# You can make a difference



## sparkle (Feb 24, 2004)

I am posting this not to upset people, but to help educate i guess.. so here goes. I live in a quiet, family-orientated neighborhood. My one neighbor had 2 cats a dog and a rabbit. The one one cat, a supposed to be white but now matted and grey male, was always on my porch. I would feed him and had no problem with this, but my neighbor did. I didnt even know he had another cat until I went to take Bum ( i named him that since i never knew his real name) back home. This is when i saw an extremely disturbing sight. There was a child's pool full of water and my neighbor with something black and squirming held under the water. Still holding Bum, i asked him what in the world was going on to which he replied "none of my business". I told him that if I was seeing what i thought i was he should stop doing what he was, hand over the animal, and never have contact with either me or the cats again. This was the response... He stood up, holding a sopping wet, limp and shaking black cat, glared at me, threw the cat across the pavement breaking her shoulder, and stated that i can have the f**kin mange.I was very angry and upset. I took both cats back to my home and called the local police and the humane society. I wanted to ensure that this person could never harm another animal. After a long and grueling process, my neighbor was fined and sentenced to community service. He now has another dog. I am told theres nothing I can do to stop him from owning pets, which is upsetting to me because i know he is abusing the dogs now. The cat that was being drown, I have in my home. Some of you may have read my other post about Blackie peeing on the bathroom floor, well that is her. Her shoulder has healed, but there is still a lump on it. The vet says it was from a old injury, not from being thrown across the pavement. The other cat, Bum, I am sad to report did not survive. He was so malnurished. The vet did all he could.
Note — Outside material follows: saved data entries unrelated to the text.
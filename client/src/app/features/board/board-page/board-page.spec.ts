import { CdkDragDrop } from '@angular/cdk/drag-drop';
import { provideHttpClient } from '@angular/common/http';
import { HttpTestingController, provideHttpClientTesting } from '@angular/common/http/testing';
import { ComponentFixture, TestBed } from '@angular/core/testing';
import { MatDialog } from '@angular/material/dialog';
import { provideRouter } from '@angular/router';
import { TicketState } from '@domain/workflow';
import { of } from 'rxjs';
import { Notifier } from '../../../core/notifier';
import { Board, Card } from '../board.models';
import { BoardPage } from './board-page';

const HOUR = 3_600_000;
const iso = (hoursAgo: number) => new Date(Date.now() - hoursAgo * HOUR).toISOString();

function card(tag: string, state: TicketState, extra: Partial<Card> = {}): Card {
  return {
    id: Number(tag.slice(3)),
    tag,
    equipmentKind: 'transceiver',
    makeModel: 'Kestrel QX-7',
    ownerName: 'Orla Fenwick',
    ownerCallSign: 'Q2KFA',
    state,
    stateSince: iso(2),
    version: 3,
    technicianName: null,
    flags: [],
    ...extra,
  };
}

function boardBody(): Board {
  return {
    waitLimitHours: 48,
    lanes: [],
    cards: [
      card('RW-0001', 'intake', { stateSince: iso(5) }),
      card('RW-0002', 'intake', { stateSince: iso(60), ownerCallSign: null, ownerName: 'Bram Ellery' }),
      card('RW-0003', 'diagnosis', { stateSince: iso(100), technicianName: 'Ines Marrow', flags: ['awaiting_approval'] }),
      card('RW-0004', 'diagnosis', { technicianName: 'Ines Marrow' }),
      card('RW-0005', 'bench_test', { flags: ['test_failed'], technicianName: 'Tobin Reed' }),
    ],
  };
}

describe('BoardPage', () => {
  let fixture: ComponentFixture<BoardPage>;
  let http: HttpTestingController;
  let notifier: { info: ReturnType<typeof vi.fn>; error: ReturnType<typeof vi.fn> };
  let dialogOpen: ReturnType<typeof vi.fn>;
  let root: HTMLElement;

  beforeEach(async () => {
    notifier = { info: vi.fn(), error: vi.fn() };
    dialogOpen = vi.fn();
    TestBed.configureTestingModule({
      providers: [
        provideHttpClient(),
        provideHttpClientTesting(),
        provideRouter([]),
        { provide: Notifier, useValue: notifier },
        { provide: MatDialog, useValue: { open: dialogOpen } },
      ],
    });
    http = TestBed.inject(HttpTestingController);
    fixture = TestBed.createComponent(BoardPage);
    root = fixture.nativeElement;
    fixture.detectChanges();
    http.expectOne((r) => r.method === 'GET' && r.url === '/api/board').flush(boardBody());
    await fixture.whenStable();
  });

  afterEach(() => http.verify());

  const lane = (state: string) => root.querySelector<HTMLElement>(`[data-lane="${state}"]`)!;
  const tagsIn = (state: string) =>
    Array.from(lane(state).querySelectorAll<HTMLElement>('[data-tag]')).map((el) => el.dataset['tag']);
  const laneHead = (state: string) => lane(state).closest('section')!.querySelector('header')!.textContent!;
  const drop = (tag: string, from: TicketState, to: TicketState) => {
    const c = fixture.componentInstance['cards']().find((x: Card) => x.tag === tag)!;
    fixture.componentInstance.dropped({
      item: { data: c },
      container: { data: to },
      previousContainer: { data: from },
    } as unknown as CdkDragDrop<TicketState, TicketState, Card>);
  };

  it('renders one lane per board state, with cards, counts, oldest age, flags and empty-lane text', () => {
    const lanes = Array.from(root.querySelectorAll<HTMLElement>('[data-lane]')).map((el) => el.dataset['lane']);
    expect(lanes).toEqual(['intake', 'diagnosis', 'reflash', 'repair', 'bench_test', 'return']);
    // Oldest first within a lane.
    expect(tagsIn('intake')).toEqual(['RW-0002', 'RW-0001']);
    expect(tagsIn('diagnosis')).toEqual(['RW-0003', 'RW-0004']);
    expect(laneHead('intake')).toContain('Intake');
    expect(laneHead('intake')).toContain('2');
    expect(laneHead('intake')).toContain('oldest 2 d');
    expect(laneHead('diagnosis')).toContain('oldest 4 d');

    const rw3 = root.querySelector<HTMLElement>('[data-tag="RW-0003"]')!;
    expect(rw3.textContent).toContain('Transceiver · Kestrel QX-7');
    expect(rw3.textContent).toContain('Q2KFA');
    expect(rw3.querySelector('rw-flag-chip')?.textContent).toContain('Owner to approve');
    // 100 h against a 48 h limit: past twice the limit, with words as well as the edge.
    expect(rw3.classList).toContain('waited-long');
    expect(rw3.textContent).toContain('Over twice the wait limit');
    const rw2 = root.querySelector<HTMLElement>('[data-tag="RW-0002"]')!;
    expect(rw2.classList).toContain('waited');
    expect(rw2.classList).not.toContain('waited-long');
    expect(rw2.textContent).toContain('Bram Ellery');
    expect(root.querySelector<HTMLElement>('[data-tag="RW-0001"]')!.classList).not.toContain('waited');

    expect(lane('reflash').textContent).toContain('No reflash waiting.');
    expect(lane('return').textContent).toContain('Nothing ready to go back to its owner.');
  });

  it('refuses a drop onto a lane that is not an allowed move, without calling the API', () => {
    drop('RW-0001', 'intake', 'reflash');
    http.expectNone((r) => r.method === 'POST');
    expect(notifier.error).toHaveBeenCalledWith(
      'A ticket cannot go from Intake to Reflash. From Intake it can go to: Diagnosis.',
    );
    fixture.detectChanges();
    expect(tagsIn('intake')).toContain('RW-0001');
    expect(tagsIn('reflash')).toEqual([]);
  });

  it('refuses locally when the owner has not approved the quote (card flag)', () => {
    drop('RW-0003', 'diagnosis', 'repair');
    http.expectNone((r) => r.method === 'POST');
    expect(notifier.error).toHaveBeenCalledWith('The owner has not approved the quote yet.');
  });

  it('an allowed drop moves the card at once and posts {to, version}; a 409 puts it back with the server message', async () => {
    drop('RW-0001', 'intake', 'diagnosis');
    // The POST is still open, so the app is not stable yet: render without waiting.
    fixture.detectChanges();
    expect(tagsIn('diagnosis')).toContain('RW-0001');
    expect(tagsIn('intake')).not.toContain('RW-0001');

    const req = http.expectOne('/api/tickets/RW-0001/moves');
    expect(req.request.method).toBe('POST');
    expect(req.request.body).toEqual({ to: 'diagnosis', version: 3 });
    const message = 'Someone else changed this ticket a moment ago. Reload and try again.';
    req.flush({ error: { code: 'stale_version', message } }, { status: 409, statusText: 'Conflict' });
    fixture.detectChanges();

    expect(tagsIn('intake')).toContain('RW-0001');
    expect(tagsIn('diagnosis')).not.toContain('RW-0001');
    expect(notifier.error).toHaveBeenCalledWith(message);
    // The board is fetched again so the next try carries the new version.
    http.expectOne((r) => r.method === 'GET' && r.url === '/api/board').flush(boardBody());
  });

  it('a 422 from the server also puts the card back', async () => {
    drop('RW-0001', 'intake', 'diagnosis');
    const message = 'Only technicians can move tickets.';
    http
      .expectOne('/api/tickets/RW-0001/moves')
      .flush({ error: { code: 'move_not_allowed', message } }, { status: 422, statusText: 'Unprocessable Entity' });
    await fixture.whenStable();
    expect(tagsIn('intake')).toContain('RW-0001');
    expect(notifier.error).toHaveBeenCalledWith(message);
  });

  it('the card menu offers the allowed moves and keeps the server answer on success', async () => {
    const menuButton = root.querySelector<HTMLButtonElement>('[data-tag="RW-0001"] button.card-menu')!;
    expect(menuButton.getAttribute('aria-label')).toBe('Move RW-0001');
    menuButton.click();
    await fixture.whenStable();
    const items = Array.from(document.querySelectorAll<HTMLButtonElement>('[data-move-to]'));
    expect(items.map((b) => b.textContent?.trim())).toEqual(['Move to Diagnosis']);
    items[0].click();
    fixture.detectChanges();

    const req = http.expectOne('/api/tickets/RW-0001/moves');
    expect(req.request.body).toEqual({ to: 'diagnosis', version: 3 });
    req.flush({ ...card('RW-0001', 'diagnosis'), version: 4, stateSince: iso(0), technicianName: 'Ines Marrow' });
    await fixture.whenStable();
    expect(tagsIn('diagnosis')).toContain('RW-0001');
    const moved = fixture.componentInstance['cards']().find((c: Card) => c.tag === 'RW-0001')!;
    expect(moved.version).toBe(4);
    expect(moved.technicianName).toBe('Ines Marrow');
    expect(notifier.error).not.toHaveBeenCalled();
  });

  it('asks for a note before Diagnosis to Return and sends it; cancelling sends nothing', async () => {
    dialogOpen.mockReturnValueOnce({ afterClosed: () => of(undefined) });
    await fixture.componentInstance.requestMove(fixture.componentInstance['cards']()[3], 'return');
    http.expectNone((r) => r.method === 'POST');

    dialogOpen.mockReturnValueOnce({ afterClosed: () => of('No fault found after a soft reset') });
    await fixture.componentInstance.requestMove(fixture.componentInstance['cards']()[3], 'return');
    expect(dialogOpen).toHaveBeenCalledTimes(2);
    const req = http.expectOne('/api/tickets/RW-0004/moves');
    expect(req.request.body).toEqual({ to: 'return', version: 3, note: 'No fault found after a soft reset' });
    req.flush({ ...card('RW-0004', 'return'), version: 4 });
  });

  it('a failed test sheet flag lets Bench test go back to Repair without a note', async () => {
    await fixture.componentInstance.requestMove(fixture.componentInstance['cards']()[4], 'repair');
    expect(dialogOpen).not.toHaveBeenCalled();
    http.expectOne('/api/tickets/RW-0005/moves').flush({ ...card('RW-0005', 'repair'), version: 4 });
  });

  it('filters by technician on the page and passes the text search to the server', async () => {
    fixture.componentInstance['filters'].controls.technician.setValue('Ines Marrow');
    await fixture.whenStable();
    expect(tagsIn('diagnosis')).toEqual(['RW-0003', 'RW-0004']);
    expect(tagsIn('intake')).toEqual([]);

    vi.useFakeTimers();
    try {
      fixture.componentInstance['filters'].controls.q.setValue('QX-7');
      vi.advanceTimersByTime(350);
    } finally {
      vi.useRealTimers();
    }
    fixture.detectChanges();
    const req = http.expectOne((r) => r.method === 'GET' && r.url === '/api/board');
    expect(req.request.params.get('q')).toBe('QX-7');
    req.flush(boardBody());
  });
});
The educational bit of this post is that if you see someone abusing an animal, do not hesitate to report it to your local authorites or the humane society.The city i live in, alot of people dont do this. You may not think you are making a difference, but you are.


----------



## Empath (Jan 23, 2004)

I don't know from what state you're posting, but here that would be a felony.


----------



## Bean (Mar 10, 2003)

My only advice would be to continue contacting the authorities, whomever they may be. It may take multiple fines, but at least they will eventually learn that doing that is - at least - expensive. And that someone is watching...


----------



## Mike (Jan 27, 2004)

Sparkle,

If you suspect that this individual is still abusing his pets, get on the phone and call the proper authorities. Wear them out with your calls. Squeaky wheels always get the most grease, so squeak loudly and often.
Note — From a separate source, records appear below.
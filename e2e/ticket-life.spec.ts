// One ticket's whole life on the bench (issue 7), by the right roles: a technician hands a radio in
// through the stepper with a condition photo; diagnoses it and writes a quote above the club's
// threshold; the owner approves from the e-mailed link (no account) and follows the status page at
// phone size; the technician repairs, records a passed test sheet, checks the returned items and
// closes the ticket; the owner's status page then says it is closed.
import { expect, test, type Page } from '@playwright/test';
import sharp from 'sharp';
import { DEMO, SCREENSHOTS, signIn, waitForMail } from './support';

const pathOf = (url: string) => new URL(url).pathname;
const shot = (page: Page, name: string) => page.screenshot({ path: `${SCREENSHOTS}/life-${name}.png`, fullPage: true });

test('a ticket from hand-in to hand-back, with the owner approving the quote by e-mail', async ({ browser }) => {
  // Six screens, two roles and three mail round trips: several minutes on a busy 2-core machine.
  test.setTimeout(420_000);
  const run = Date.now().toString(36);
  const ownerEmail = `hester.vane.${run}@fenmail.example`;
  const techContext = await browser.newContext({ viewport: { width: 1400, height: 900 } });
  const page = await techContext.newPage();
  await signIn(page, DEMO.technician);

  // Intake, through the stepper, for someone at the bench.
  await page.goto('/hand-in');
  const next = (step: string) => page.getByTestId(`next-${step}`).click();
  await page.getByRole('radio', { name: 'Someone at the bench' }).check();
  await page.getByLabel("Owner's name").fill('Hester Vane');
  await page.getByLabel('E-mail', { exact: true }).fill(ownerEmail);
  await next('owner');
  await page.getByLabel('Kind of equipment').click();
  await page.getByRole('option', { name: 'Transceiver' }).click();
  await page.getByLabel('Make and model').fill(`Fenwick Heron 90 life ${run}`);
  await page.getByLabel('Serial number').fill('FH90-07731');
  await next('equipment');
  await page.getByRole('checkbox', { name: 'No transmit' }).check();
  await page.getByLabel("The fault in the owner's words").fill('Shuts down when transmitting; receive is fine.');
  await next('fault');
  await page.getByRole('checkbox', { name: 'Power lead' }).check();
  await next('handedIn');
  await page.getByRole('radio', { name: 'By e-mail' }).check();
  await next('consent');
  await shot(page, '01-intake-check');
  await page.getByRole('button', { name: /hand in and open a ticket/i }).click();
  const tag = (await page.getByTestId('opened-tag').textContent())?.trim() ?? '';
  expect(tag).toMatch(/^RW-\d{4,}$/);
  const photo = await sharp({ create: { width: 640, height: 480, channels: 3, background: { r: 120, g: 64, b: 16 } } }).png().toBuffer();
  await page.getByTestId('photo-input').setInputFiles({ name: 'rear-panel.png', mimeType: 'image/png', buffer: photo });
  await expect(page.getByRole('img', { name: 'rear-panel.png' })).toBeVisible();
  await shot(page, '02-intake-tag-photo');
  const opened = await waitForMail(ownerEmail, new RegExp(`Ticket ${tag} opened`));
  expect(opened.text).toContain('Serial number: FH90-07731');

  // Diagnosis: the checks, the DC lead that explains the fault, and the decision.
  await page.goto(`/tickets/${tag}`);
  await page.getByRole('button', { name: 'Move to Diagnosis' }).click();
  const diagnosis = page.getByTestId('diagnosis-section');
  await expect(diagnosis).toBeVisible({ timeout: 30_000 });
  await diagnosis.getByTestId('check-cableOut').click();
  await diagnosis.getByTestId('check-poweredCableOut').click();
  await diagnosis.getByTestId('supply-at-radio').fill('11.2');
  await diagnosis.getByTestId('transmit-current').fill('20');
  await diagnosis.getByTestId('lead-length').fill('3');
  await diagnosis.getByTestId('lead-gauge').click();
  await page.getByRole('option', { name: 'AWG 18' }).click();
  await expect(diagnosis.getByTestId('lead-verdict')).toContainText('This lead explains a “low voltage” fault');
  await diagnosis.getByTestId('findings').fill('Thin DC lead drops over 2 V on transmit; the radio shuts down. Fit a proper lead.');
  await diagnosis.getByTestId('decision-repair').click();
  await diagnosis.getByTestId('save-diagnosis').click();
  await expect(diagnosis).toContainText(/Saved .* by Tobin Marsh/);

  // A quote above the threshold holds the ticket until the owner decides.
  const quote = page.getByTestId('quote-section');
  await quote.getByTestId('line-desc-0').fill('New DC lead, AWG 10, fused');
  await quote.getByTestId('line-qty-0').fill('1');
  await quote.getByTestId('line-price-0').fill('24.50');
  await quote.getByTestId('add-line').click();
  await quote.getByTestId('line-desc-1').fill('Labour (hours)');
  await quote.getByTestId('line-qty-1').fill('2');
  await quote.getByTestId('line-price-1').fill('18.00');
  await expect(quote.getByTestId('new-quote-total')).toHaveText('£60.50');
  await quote.getByTestId('save-quote').click();
  await expect(quote.getByTestId('latest-quote')).toContainText('Owner to approve');
  await shot(page, '03-diagnosis-quote');

  // The owner, on a phone, from the mail in the catcher: approves, then follows the status page.
  const quoteMail = await waitForMail(ownerEmail, new RegExp(`Quote for .*${tag}`));
  const approveUrl = /https?:\/\/\S+\/owner\/approve\/\S+/.exec(quoteMail.text ?? '')?.[0];
  const statusUrl = /https?:\/\/\S+\/owner\/status\/\S+/.exec(quoteMail.text ?? '')?.[0];
  expect(approveUrl && statusUrl, 'the quote mail carries both links').toBeTruthy();
  const ownerContext = await browser.newContext({ viewport: { width: 390, height: 844 } });
  const owner = await ownerContext.newPage();
  await owner.goto(pathOf(approveUrl!));
  await expect(owner.getByTestId('approval-total')).toHaveText('£60.50');
  await shot(owner, '04-owner-approval-phone');
  await owner.getByTestId('approve').click();
  await expect(owner.getByTestId('decision-done')).toContainText('Approved by the owner');
  await owner.goto(pathOf(statusUrl!));
  await expect(owner.getByRole('heading', { name: new RegExp(tag) })).toBeVisible();
  await expect(owner.getByTestId('owner-timeline')).toContainText('You approved the quote.');
  await expect(owner.getByTestId('owner-timeline')).not.toContainText('Thin DC lead');
  await shot(owner, '05-owner-status-phone');

  // Repair: the work log beside its cautions.
  await page.reload();
  await page.getByRole('button', { name: 'Move to Repair' }).click();
  const work = page.getByRole('form', { name: 'Log work done' });
  await expect(work).toBeVisible({ timeout: 30_000 });
  await work.getByLabel('What was done').fill('Fitted a fused AWG 10 DC lead; checked transmit at full power');
  await work.getByLabel('Time spent').fill('50');
  await work.getByRole('button', { name: 'Log work' }).click();
  await expect(page.getByRole('table', { name: 'Work done' })).toContainText('Fitted a fused AWG 10 DC lead');
  await shot(page, '06-repair-log');

  // Bench test: a sheet that passes (Pr 2 W of 100 W: SWR 1.33:1, worked by hand).
  await page.getByRole('button', { name: 'Move to Bench test' }).click();
  const sheetForm = page.getByRole('form', { name: 'New test sheet' });
  await sheetForm.getByLabel('Supply at the radio').fill('13.8');
  await sheetForm.getByLabel('Receive current').fill('1.2');
  await sheetForm.getByLabel('Rated').fill('100');
  await sheetForm.getByLabel('Forward').fill('100');
  await sheetForm.getByLabel('Reflected').fill('2');
  await sheetForm.getByLabel('Dialled').fill('14.2');
  await sheetForm.getByLabel('Counter reads').fill('14.200008');
  await expect(sheetForm.getByText('this sheet will pass')).toBeVisible();
  await sheetForm.getByRole('button', { name: 'Save test sheet' }).click();
  await expect(page.getByRole('status').filter({ hasText: /Test sheet 1 passed\./ })).toBeVisible();
  await shot(page, '07-test-sheet');

  // Return: the returned items match what was handed in; then Closed (nothing is owed).
  await page.getByRole('button', { name: 'Move to Return' }).click();
  const checklist = page.getByRole('form', { name: 'Returned items' });
  await expect(checklist.getByRole('checkbox', { name: 'Power lead' })).toBeChecked();
  await checklist.getByLabel('Collected by').fill('Hester Vane');
  await checklist.getByRole('button', { name: 'Save the hand-back' }).click();
  await expect(page.getByText(/Handed back to Hester Vane/).first()).toBeVisible();
  await shot(page, '08-hand-back');
  await page.getByRole('button', { name: 'Move to Closed' }).click();
  await expect(page.locator('rw-state-chip').first()).toContainText('Closed', { timeout: 30_000 });
  await shot(page, '09-closed');

  // Closed tickets leave the board and stay searchable.
  const list = await (await page.request.get(`/api/tickets?q=${encodeURIComponent(tag)}`)).json();
  expect(JSON.stringify(list)).toContain(tag);

  // The owner's status page says so.
  await owner.reload();
  await expect(owner.locator('rw-state-chip').first()).toContainText('Closed');
  await shot(owner, '10-owner-status-closed');
  await ownerContext.close();
  await techContext.close();
});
Because you can continue to make a difference.

Sheesh, people picking on pets is one of those "hot buttons" for me. :x 

Peace,
Mike


----------



## PrincessClaire (Jan 16, 2004)

Call the local humaine society again and complain this is serious abuse, I'm sorry but the police etc. wouldn't just stand by and let this happen to a human why should they let it happen to an animal it is disgusting the way ppl treat their pets, good for you for sticking up for these defenceless babies.


----------



## Lori (Jun 8, 2003)

Sparkle, thank you for sticking up for those poor defenseless animals, I wish more people were like you. What a heartbreaking story.  
I agree with Mike, people who abuse animals just get to me. :evil:


----------